**DATA SUPPLIED**
"""The whole race table against the table of keys: nothing unknown, missing or out of range."""

from __future__ import annotations

from collections.abc import Mapping, Set
from typing import Any

from pacing.race.keys import LIST_MARK, NOT_YET, Key, lists_of, sections
from pacing.race.lines import Path
from pacing.race.nearest import did_you_mean, did_you_mean_anywhere, did_you_mean_key
from pacing.race.origin import Origins, dotted, path_of, shown
from pacing.race.value import checked_value

TOP = ("course", "rider", "bike", "air", "plan", "uncertainty", "options")
MOST_ENTRIES = 2000


class Checked:
    """A checker of one race table: collects cautions, raises on the first thing unusable."""

    def __init__(self, given: Mapping[str, Any], origins: Origins) -> None:
        self.given = given
        self.origins = origins
        self.cautions: list[str] = []

    def caution(self, path: Path, words: str) -> None:
        """Note that a value is usable but remarkable."""
        origin = self.origins.of(path)
        self.cautions.append(f"Check {origin.option or dotted(path)}: {words}.")

    def table(self) -> dict[str, Any]:
        """Every section checked, fixed defaults filled in, absent keys None.

        Raises `UnusableInputError` naming file, key and, where known, line.
        """
        for name, value in self.given.items():
            if name not in TOP:
                if isinstance(value, dict | list):
                    raise self.origins.error((name,), "unknown table", mend=did_you_mean(name, TOP))
                mend = did_you_mean_anywhere(name)
                raise self.origins.error((name,), "unknown key", mend=mend)
        self._refuse_what_is_not_built()
        return {name: self._section(name) for name in TOP if name != "options"}

    def _refuse_what_is_not_built(self) -> None:
        for key, refused, reason in NOT_YET:
            path: Path = ()
            value: Any = self.given
            for part in path_of(key):
                value = _inside(value, part)
                path += (part,)
            if value is not None and refused in (None, value):
                raise self.origins.error(path, reason, mend="leave it out for now")

    def _section(self, name: str) -> dict[str, Any]:
        value = self.given.get(name, {})
        if not isinstance(value, dict):
            raise self.origins.error((name,), shown(value), expected=f"a table [{name}]")
        lists = lists_of(name)
        hourly = name == "air" and bool(value.get("hours"))
        filled = self._keys(name, value, (name,), lists=lists, needed=not hourly)
        for listed in lists:
            filled[listed] = self._entries(name, listed, value, filled)
        if name == "rider" and not filled["positions"]:
            raise self._missing(
                sections()["rider.positions[]"]["cda_m2"], ("rider", "positions", 0, "cda_m2")
            )
        return filled

    def _entries(
        self, name: str, listed: str, value: Mapping[str, Any], filled: Mapping[str, Any]
    ) -> list[dict[str, Any]]:
        path: Path = (name, listed)
        entries = value.get(listed, [])
        expected = f"tables, each under [[{name}.{listed}]]"
        if not isinstance(entries, list):
            raise self.origins.error(path, shown(entries), expected=expected)
        if len(entries) > MOST_ENTRIES:
            raise self.origins.error(path, shown(entries), expected=f"at most {MOST_ENTRIES}")
        section = f"{name}.{listed}{LIST_MARK}"
        checked = []
        for number, entry in enumerate(entries):
            if not isinstance(entry, dict):
                raise self.origins.error((*path, number), shown(entry), expected=expected)
            beside = value if section == "air.hours[]" else {}
            inherited = {key: beside[key] for key in sections()[section] if key in beside}
            checked.append(
                self._keys(
                    section,
                    without_rivals(inherited, entry) | entry,
                    (*path, number),
                    quiet=inherited.keys() - entry.keys(),
                )
            )
        return checked

    def _keys(
        self,
        section: str,
        given: Mapping[str, Any],
        path: Path,
        *,
        lists: tuple[str, ...] = (),
        needed: bool = True,
        quiet: Set[str] = frozenset(),
    ) -> dict[str, Any]:
        keys = sections()[section]
        for name in given:
            if name not in keys and name not in lists:
                mend = did_you_mean_key(name, section, lists)
                if name in TOP and isinstance(given[name], dict):
                    mend = f"keep [{name}] in the race file"
                raise self.origins.error((*path, name), "unknown key", mend=mend)
        filled: dict[str, Any] = {}
        for name, key in keys.items():
            value = given.get(name)
            if value is not None:
                caution = _no_caution if name in quiet else self.caution
                filled[name] = checked_value(key, value, (*path, name), self.origins, caution)
                continue
            if key.required and needed and not _replaced(name, given):
                raise self._missing(key, (*path, name))
            filled[name] = list(key.default) if isinstance(key.default, list) else key.default
        return filled

    def _missing(self, key: Key, path: Path) -> Exception:
        table = f"[{key.section}]" if LIST_MARK not in key.section else f"[[{key.section[:-2]}]]"
        return self.origins.error(
            path, "missing", expected=key.expected, mend=f"add {key.name} = … under {table}"
        )


RIVALS: tuple[tuple[frozenset[str], frozenset[str]], ...] = (
    (frozenset({"pressure_hpa"}), frozenset({"station_pressure_hpa", "station_height_m"})),
    (frozenset({"bearing_drag"}), frozenset({"bearing_n", "bearing_n_per_m_s"})),
)
"""Two ways to say one thing: where a file says one and a key beside it the other, it wins."""


def without_rivals(base: Mapping[str, Any], beside: Mapping[str, Any]) -> dict[str, Any]:
    """``base`` without what a key in ``beside`` says in the other of two ways."""
    kept = dict(base)
    for one, other in RIVALS:
        for here, there in ((one, other), (other, one)):
            if here & beside.keys() and not there & beside.keys():
                kept = {key: value for key, value in kept.items() if key not in there}
    return kept


def _no_caution(path: Path, words: str) -> None:
    pass


def _replaced(name: str, given: Mapping[str, Any]) -> bool:
    return name == "pressure_hpa" and given.get("station_pressure_hpa") is not None


def _inside(value: Any, part: str | int) -> Any:
    if isinstance(value, dict) and isinstance(part, str):
        return value.get(part)
    if isinstance(value, list) and isinstance(part, int) and part < len(value):
        return value[part]
    return None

**PROBLEM STATEMENT**
Transcribe only, please, the lines from the first line of the records through the line with "from pacing.race.keys import". Both of those lines are included.

**EXERCISE OUTPUT**
"""The whole race table against the table of keys: nothing unknown, missing or out of range."""

from __future__ import annotations

from collections.abc import Mapping, Set
from typing import Any

from pacing.race.keys import LIST_MARK, NOT_YET, Key, lists_of, sections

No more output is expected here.